(Stored dataset items)
━━━
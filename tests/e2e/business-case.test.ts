/**
 * End to end in chromium: an engineer generates the dairy site's business case, reads it (figures
 * and every chart's series), downloads its exports and sends it to the approvers; the Outbox shows
 * the e-mail with its PDF; the approver approves it with a comment and the status says so.
 */
import { existsSync } from 'node:fs';
import { afterAll, beforeAll, describe, expect, it } from 'vitest';
import type { Page } from 'playwright-core';
import { baseUrl, field, launchBrowser, screenshot, signInThroughPage, type Browser } from '../support/browser.js';

let browser: Browser;
beforeAll(async () => {
  browser = await launchBrowser();
});
afterAll(async () => browser.close());

/** Where the generated case lives (`/cases/:id`), shared by the steps below. */
let caseUrl = '';

async function signOut(page: Page): Promise<void> {
  await page.getByTestId('user-menu').click();
  await page.getByTestId('menu-sign-out').click();
  await page.getByTestId('signin-email').waitFor();
}

const CHARTS = ['case-chart-tornado', 'case-chart-cashflow', 'case-chart-by-site', 'case-chart-by-application', 'case-chart-by-option', 'case-chart-energy'];

describe('business case: generate, view, send, approve', () => {
  it('an engineer generates the dairy site’s case and reads its figures and charts', async () => {
    const { page } = browser;
    await signInThroughPage(page, 'engineer@kestrel.example');
    await page.getByTestId('overview-total-motors').waitFor();
    await page.getByTestId('nav-cases').click();
    await page.getByTestId('cases-table').waitFor();
    await page.getByTestId('cases-new').click();
    await page.getByTestId('case-new-scope').click();
    await page.locator('[data-testid^="case-new-scope-option-"]', { hasText: 'Dairy' }).first().click();
    await page.getByTestId('case-generate').click();
    await page.getByTestId('case-headline-energy').waitFor({ timeout: 120_000 });
    caseUrl = page.url();
    expect(caseUrl).toMatch(/\/cases\/\d+$/);

    expect(await page.getByTestId('case-title').innerText()).toContain('Dairy');
    expect(await page.getByTestId('case-status').innerText()).toContain('Draft');
    expect(await page.getByTestId('case-headline-energy').innerText()).toMatch(/MWh\/yr → .*MWh\/yr/);
    expect(await page.getByTestId('case-headline-cost').innerText()).toMatch(/€[\d,]+/);
    expect(await page.getByTestId('case-headline-payback').innerText()).toMatch(/\d+\.\d yr/);
    expect(await page.getByTestId('case-headline-npv').innerText()).toMatch(/€[\d,]+/);
    expect(await page.getByTestId('case-sites-table').innerText()).toContain('Dairy');
    expect(await page.getByTestId('case-items-table').locator('tbody tr').count()).toBeGreaterThan(0);
    for (const chart of CHARTS) {
      // ApexCharts draws one <g class="apexcharts-series"> per series once the lazy chunk has loaded.
      await expect
        .poll(async () => page.locator(`[data-testid="${chart}"] .apexcharts-series`).count(), { timeout: 20_000 })
        .toBeGreaterThan(0);
    }
    expect(await page.locator('[data-testid="case-chart-tornado"] .apexcharts-series').count()).toBe(2);
    expect(await page.locator('[data-testid="case-chart-cashflow"] .apexcharts-series').count()).toBe(2);
    await page.waitForTimeout(500);
    expect(existsSync(await screenshot(page, 'business-case-report'))).toBe(true);
  });

  it('downloads the .xlsx and the PDF', async () => {
    const { page } = browser;
    for (const [testId, ending] of [
      ['case-export-xlsx', '.xlsx'],
      ['case-export-pdf', '.pdf'],
    ] as const) {
      const download = page.waitForEvent('download');
      await page.getByTestId(testId).click();
      expect((await download).suggestedFilename()).toMatch(new RegExp(`\\${ending}$`));
    }
  });

  it('sends it to the approvers; the Outbox shows the e-mail with its PDF', async () => {
    const { page } = browser;
    await page.getByTestId('case-send').click();
    await field(page, 'case-send-to').fill('finance@kestrel.example');
    await page.getByTestId('case-send-submit').click();
    await expect.poll(async () => page.getByTestId('case-status').innerText(), { timeout: 30_000 }).toContain('Awaiting decision');
    expect(await page.getByTestId('case-sends').innerText()).toContain('finance@kestrel.example');

    await page.getByTestId('nav-outbox').click();
    await page.getByTestId('outbox-table').waitFor();
    const row = page.locator('[data-testid="outbox-table"] tbody tr', { hasText: 'Dairy' }).first();
    await row.waitFor({ timeout: 20_000 });
    await row.click();
    await page.getByTestId('outbox-message').waitFor();
    const attachment = page.locator('[data-testid^="outbox-attachment-"]').first();
    expect(await attachment.innerText()).toMatch(/\.pdf/);
    expect(await page.getByTestId('outbox-message').innerText()).toContain('approver@kestrel.example');
    expect(existsSync(await screenshot(page, 'business-case-outbox'))).toBe(true);
  });

  it('the approver approves it with a comment, and the status shows approved', async () => {
    const { page } = browser;
    await signOut(page);
    await field(page, 'signin-email').fill('approver@kestrel.example');
    await field(page, 'signin-password').fill('statorline-demo');
    await page.getByTestId('signin-submit').click();
    await page.getByTestId('overview-total-motors').waitFor();
    await page.goto(caseUrl);
    await page.getByTestId('case-approve').click();
    // The comment is required: submitting without one records nothing.
    await page.getByTestId('case-decision-submit').click();
    await expect.poll(async () => page.locator('.q-dialog').innerText()).toContain('A comment is required');
    await field(page, 'case-decision-comment').fill('Approved for the spring shutdown; order the pumps first.');
    await page.getByTestId('case-decision-submit').click();
    await expect.poll(async () => page.getByTestId('case-status').innerText(), { timeout: 30_000 }).toContain('Approved');
    expect(await page.getByTestId('case-decision').innerText()).toMatch(/by .+ on /);
    expect(await page.getByTestId('case-decision-comment-shown').innerText()).toContain('spring shutdown');
    expect(await page.getByTestId('case-approve').count()).toBe(0);
    expect(existsSync(await screenshot(page, 'business-case-approved'))).toBe(true);

    // The Overview lists it among the latest cases, approved.
    await page.getByTestId('nav-overview').click();
    await page.getByTestId('overview-latest-cases').waitFor();
    expect(await page.getByTestId('overview-latest-cases').innerText()).toContain('Approved');
    await page.getByTestId('overview-pipeline').waitFor();
    expect(existsSync(await screenshot(page, 'business-case-overview'))).toBe(true);
    expect(browser.problems.filter((problem) => /Content Security Policy|Refused to/.test(problem))).toEqual([]);
  });
});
━━━
#### [Exercise aim]
The records above need copying again. Keep each word as it is.

#### [Response]
filename tests/e2e/business-case.test.ts
/**
 * End to end in chromium: an engineer generates the dairy site's business case, reads it (figures
 * and every chart's series), downloads its exports and sends it to the approvers; the Outbox shows
 * the e-mail with its PDF; the approver approves it with a comment and the status says so.
 */
import { existsSync } from 'node:fs';
import { afterAll, beforeAll, describe, expect, it } from 'vitest';
import type { Page } from 'playwright-core';
import { baseUrl, field, launchBrowser, screenshot, signInThroughPage, type Browser } from '../support/browser.js';

let browser: Browser;
beforeAll(async () => {
  browser = await launchBrowser();
});
afterAll(async () => browser.close());

/** Where the generated case lives (`/cases/:id`), shared by the steps below. */
let caseUrl = '';

async function signOut(page: Page): Promise<void> {
  await page.getByTestId('user-menu').click();
  await page.getByTestId('menu-sign-out').click();
  await page.getByTestId('signin-email').waitFor();
}

const CHARTS = ['case-chart-tornado', 'case-chart-cashflow', 'case-chart-by-site', 'case-chart-by-application', 'case-chart-by-option', 'case-chart-energy'];

describe('business case: generate, view, send, approve', () => {
  it('an engineer generates the dairy site’s case and reads its figures and charts', async () => {
    const { page } = browser;
    await signInThroughPage(page, 'engineer@kestrel.example');
    await page.getByTestId('overview-total-motors').waitFor();
    await page.getByTestId('nav-cases').click();
    await page.getByTestId('cases-table').waitFor();
    await page.getByTestId('cases-new').click();
    await page.getByTestId('case-new-scope').click();
    await page.locator('[data-testid^="case-new-scope-option-"]', { hasText: 'Dairy' }).first().click();
    await page.getByTestId('case-generate').click();
    await page.getByTestId('case-headline-energy').waitFor({ timeout: 120_000 });
    caseUrl = page.url();
    expect(caseUrl).toMatch(/\/cases\/\d+$/);

    expect(await page.getByTestId('case-title').innerText()).toContain('Dairy');
    expect(await page.getByTestId('case-status').innerText()).toContain('Draft');
    expect(await page.getByTestId('case-headline-energy').innerText()).toMatch(/MWh\/yr → .*MWh\/yr/);
    expect(await page.getByTestId('case-headline-cost').innerText()).toMatch(/€[\d,]+/);
    expect(await page.getByTestId('case-headline-payback').innerText()).toMatch(/\d+\.\d yr/);
    expect(await page.getByTestId('case-headline-npv').innerText()).toMatch(/€[\d,]+/);
    expect(await page.getByTestId('case-sites-table').innerText()).toContain('Dairy');
    expect(await page.getByTestId('case-items-table').locator('tbody tr').count()).toBeGreaterThan(0);
    for (const chart of CHARTS) {
      // ApexCharts draws one <g class="apexcharts-series"> per series once the lazy chunk has loaded.
      await expect
        .poll(async () => page.locator(`[data-testid="${chart}"] .apexcharts-series`).count(), { timeout: 20_000 })
        .toBeGreaterThan(0);
    }
    expect(await page.locator('[data-testid="case-chart-tornado"] .apexcharts-series').count()).toBe(2);
    expect(await page.locator('[data-testid="case-chart-cashflow"] .apexcharts-series').count()).toBe(2);
    await page.waitForTimeout(500);
    expect(existsSync(await screenshot(page, 'business-case-report'))).toBe(true);
  });

  it('downloads the .xlsx and the PDF', async () => {
    const { page } = browser;
    for (const [testId, ending] of [
      ['case-export-xlsx', '.xlsx'],
      ['case-export-pdf', '.pdf'],
    ] as const) {
      const download = page.waitForEvent('download');
      await page.getByTestId(testId).click();
      expect((await download).suggestedFilename()).toMatch(new RegExp(`\\${ending}$`));
    }
  });

  it('sends it to the approvers; the Outbox shows the e-mail with its PDF', async () => {
    const { page } = browser;
    await page.getByTestId('case-send').click();
    await field(page, 'case-send-to').fill('finance@kestrel.example');
    await page.getByTestId('case-send-submit').click();
    await expect.poll(async () => page.getByTestId('case-status').innerText(), { timeout: 30_000 }).toContain('Awaiting decision');
    expect(await page.getByTestId('case-sends').innerText()).toContain('finance@kestrel.example');

    await page.getByTestId('nav-outbox').click();
    await page.getByTestId('outbox-table').waitFor();
    const row = page.locator('[data-testid="outbox-table"] tbody tr', { hasText: 'Dairy' }).first();
    await row.waitFor({ timeout: 20_000 });
    await row.click();
    await page.getByTestId('outbox-message').waitFor();
    const attachment = page.locator('[data-testid^="outbox-attachment-"]').first();
    expect(await attachment.innerText()).toMatch(/\.pdf/);
    expect(await page.getByTestId('outbox-message').innerText()).toContain('approver@kestrel.example');
    expect(existsSync(await screenshot(page, 'business-case-outbox'))).toBe(true);
  });

  it('the approver approves it with a comment, and the status shows approved', async () => {
    const { page } = browser;
    await signOut(page);
    await field(page, 'signin-email').fill('approver@kestrel.example');
    await field(page, 'signin-password').fill('statorline-demo');
    await page.getByTestId('signin-submit').click();
    await page.getByTestId('overview-total-motors').waitFor();
    await page.goto(caseUrl);
    await page.getByTestId('case-approve').click();
    // The comment is required: submitting without one records nothing.
    await page.getByTestId('case-decision-submit').click();
    await expect.poll(async () => page.locator('.q-dialog').innerText()).toContain('A comment is required');
    await field(page, 'case-decision-comment').fill('Approved for the spring shutdown; order the pumps first.');
    await page.getByTestId('case-decision-submit').click();
    await expect.poll(async () => page.getByTestId('case-status').innerText(), { timeout: 30_000 }).toContain('Approved');
    expect(await page.getByTestId('case-decision').innerText()).toMatch(/by .+ on /);
    expect(await page.getByTestId('case-decision-comment-shown').innerText()).toContain('spring shutdown');
    expect(await page.getByTestId('case-approve').count()).toBe(0);
    expect(existsSync(await screenshot(page, 'business-case-approved'))).toBe(true);

    // The Overview lists it among the latest cases, approved.
    await page.getByTestId('nav-overview').click();
    await page.getByTestId('overview-latest-cases').waitFor();
    expect(await page.getByTestId('overview-latest-cases').innerText()).toContain('Approved');
    await page.getByTestId('overview-pipeline').waitFor();
    expect(existsSync(await screenshot(page, 'business-case-overview'))).toBe(true);
    expect(browser.problems.filter((problem) => /Content Security Policy|Refused to/.test(problem))).toEqual([]);
  });
});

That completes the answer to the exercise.